Hard to say. But it does cast a shadow over the possibility of finding investors to infuse a huge amount of capital into the bank. Hopes are pinned on LIC to play the knight in shining armour once again. But given that the insurance behemoth is already having to infuse sizeable capital into the ailing IDBI Bank (in which it holds 51 per cent stake), to what extent it can step up to bail out YES Bank needs to be seen. Above all, the systemic risk within the banking system percolating into other segments of the financial system maybe a recipe for disaster.

Merger option

Bailing out YES Bank through a forced merger with another bank may then appear as the only likely solution. And why not? The Indian banking system is replete with instances of RBI forcing a merger of a weak bank with a stronger one to safeguard depositors’ interests. In 2003, Punjab National Bank took over Nedungadi Bank, the oldest private sector bank, after the latter’s net worth was completely wiped out due to accumulated losses. In 2004, after various financial discrepancies came to light, the RBI forced a merger of Global Trust Bank with Oriental Bank of Commerce.
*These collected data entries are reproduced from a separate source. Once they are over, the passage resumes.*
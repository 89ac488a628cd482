/* SPDX-License-Identifier: GPL-3.0-or-later */
/* test_rng.c: Philox against its published vectors, streams that are told apart, and the lanes. */
#include <math.h>
#include <string.h>

#include "base/rng.h"
#include "posterior/sampler.h"
#include "unit.h"

/* Salmon, Moraes, Dror & Shaw 2011, known-answer vectors (from memory) */
static void known_answers(void)
{
    static const uint32_t vectors[3][10] = {
        {0, 0, 0, 0, 0, 0, 0x6627e8d5, 0xe169c58d, 0xbc57ac4c, 0x9b00dbd8},
        {0xffffffff, 0xffffffff, 0xffffffff, 0xffffffff, 0xffffffff, 0xffffffff, 0x408f276d,
         0x41c83b0e, 0xa20bc7c6, 0x6d5451fd},
        {0x243f6a88, 0x85a308d3, 0x13198a2e, 0x03707344, 0xa4093822, 0x299f31d0, 0xd16cfe09,
         0x94fdcceb, 0x5001e420, 0x24126ea1}};
    for (size_t i = 0; i < 3; i++) {
        uint32_t out[4];
        philox4x32(out, vectors[i], vectors[i] + 4);
        CU_ASSERT(memcmp(out, vectors[i] + 6, sizeof out) == 0);
    }
}

/* counter: purpose 8, scenario 16, trial 32, index 32, block 40 bits, most significant first */
static void counter_layout(void)
{
    const struct rng_key key = {.seed = 0x0123456789abcdefULL,
                                .purpose = RNG_OUTCOME,
                                .scenario = 0xbeef,
                                .trial = 0xcafef00d,
                                .index = 0x87654321};
    const uint64_t block = 0xabcdef0123ULL;
    const uint32_t counter[4] = {0xcdef0123, 0x654321ab, 0xfef00d87, 0x03beefca};
    const uint32_t seed[2] = {0x89abcdef, 0x01234567};
    uint32_t got[4], want[4];
    rng_block(got, &key, block);
    philox4x32(want, counter, seed);
    CU_ASSERT(memcmp(got, want, sizeof got) == 0);
}

static void streams_differ(void)
{
    struct rng_key keys[6];
    for (size_t i = 0; i < 6; i++)
        keys[i] = (struct rng_key){
            .seed = 1, .purpose = RNG_SAMPLER, .scenario = 1, .trial = 1, .index = 1};
    keys[1].seed = 2;
    keys[2].purpose = RNG_SLICE;
    keys[3].scenario = 2;
    keys[4].trial = 2;
    keys[5].index = 2;
    for (size_t i = 0; i < 6; i++)
        for (size_t j = 0; j < i; j++)
            CU_ASSERT(rng_uniform(&keys[i], 0) != rng_uniform(&keys[j], 0));
}

static void serial_moments(void)
{
    enum { N = 200000 };
    struct rng_serial r;
    double sum = 0, squares = 0, least = 1, most = 0;
    rng_serial_init(&r, &(struct rng_key){.seed = 3, .purpose = RNG_OUTCOME});
    for (int i = 0; i < N; i++) {
        const double u = rng_serial_uniform(&r), z = rng_serial_normal(&r);
        least = fmin(least, u);
        most = fmax(most, u);
        sum += z;
        squares += z * z;
    }
    CU_ASSERT(least > 0.0 && most < 1.0);
    CU_ASSERT_DOUBLE_EQUAL(sum / N, 0.0, 4.0 / sqrt(N));
    CU_ASSERT_DOUBLE_EQUAL(squares / N, 1.0, 4.0 * sqrt(2.0 / N));
}

/* Box-Muller lanes: moments to the fourth order and Pr(|z| < 1), each within 4.5 standard errors */
static void lane_normals(void)
{
    enum { N = 400000 };
    static double z[N];
    struct rng_lanes r;
    double m1 = 0, m2 = 0, m4 = 0, inside = 0, cross = 0;
    rng_lanes_init(&r, &(struct rng_key){.seed = 4, .purpose = RNG_SAMPLER});
    sampler_kernel_in_force()->normals(&r, N, z);
    for (size_t i = 0; i < N; i++) {
        m1 += z[i] / N;
        m2 += z[i] * z[i] / N;
        m4 += z[i] * z[i] * z[i] * z[i] / N;
        inside += fabs(z[i]) < 1.0 ? 1.0 / N : 0.0;
        cross += i % 16 < 8 ? z[i] * z[i + 8] * 2.0 / N : 0.0;
    }
    CU_ASSERT_DOUBLE_EQUAL(m1, 0.0, 4.5 / sqrt(N));
    CU_ASSERT_DOUBLE_EQUAL(m2, 1.0, 4.5 * sqrt(2.0 / N));
    CU_ASSERT_DOUBLE_EQUAL(m4, 3.0, 4.5 * sqrt(96.0 / N));
    CU_ASSERT_DOUBLE_EQUAL(inside, 0.682689492137086, 4.5 * sqrt(0.2166 / N)); /* A&S table 26.1 */
    CU_ASSERT_DOUBLE_EQUAL(cross, 0.0, 4.5 * sqrt(2.0 / N));
}

static void lanes_equal_serial(void)
{
    double lanes[64];
    struct rng_lanes r;
    const struct rng_key key = {.seed = 5, .purpose = RNG_SAMPLER};
    rng_lanes_init(&r, &key);
    struct rng_serial first;
    rng_serial_init(&first, &key); /* lane 0 is the serial generator of the stream */
    sampler_kernel_in_force()->uniforms(&r, 64, lanes);
    for (size_t i = 0; i < 8; i++)
        CU_ASSERT_EQUAL(lanes[8 * i], rng_serial_uniform(&first));
}

static const struct unit_test tests[] = {
    {"Philox, published vectors", known_answers},
    {"counter layout", counter_layout},
    {"streams differ", streams_differ},
    {"serial uniforms and normals", serial_moments},
    {"normals on lanes", lane_normals},
    {"lane 0 is the serial stream", lanes_equal_serial},
    UNIT_END,
};

int main(void)
{
    return unit_main("rng", tests);
}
But the question is, do we have strong enough banks that can absorb YES Bank’s losses?

Over the past two years, there have been a slew of merger announcements in the PSU bank space. The SBI, that merged its five associate banks in 2017, continues to be weighed down by sharp slippages and divergences in bad loans. Bank of Baroda, that was merged with Dena Bank and Vijaya Bank, continues to post losses and relies on the Centre to meet its capital requirements. The future of the mergers announced by the Centre — folding 10 PSBs into four — is already dodgy given the sordid states of finances of many of these banks.

With PSU banks out of the equation (taking away the blissful idea of limitless capital support from the Centre), will private sector banks offer themselves up for matchmaking? Until there is more clarity on the final reconstruction plan of YES Bank and on the other investors willing to pump in capital, the future of YES Bank looks murky.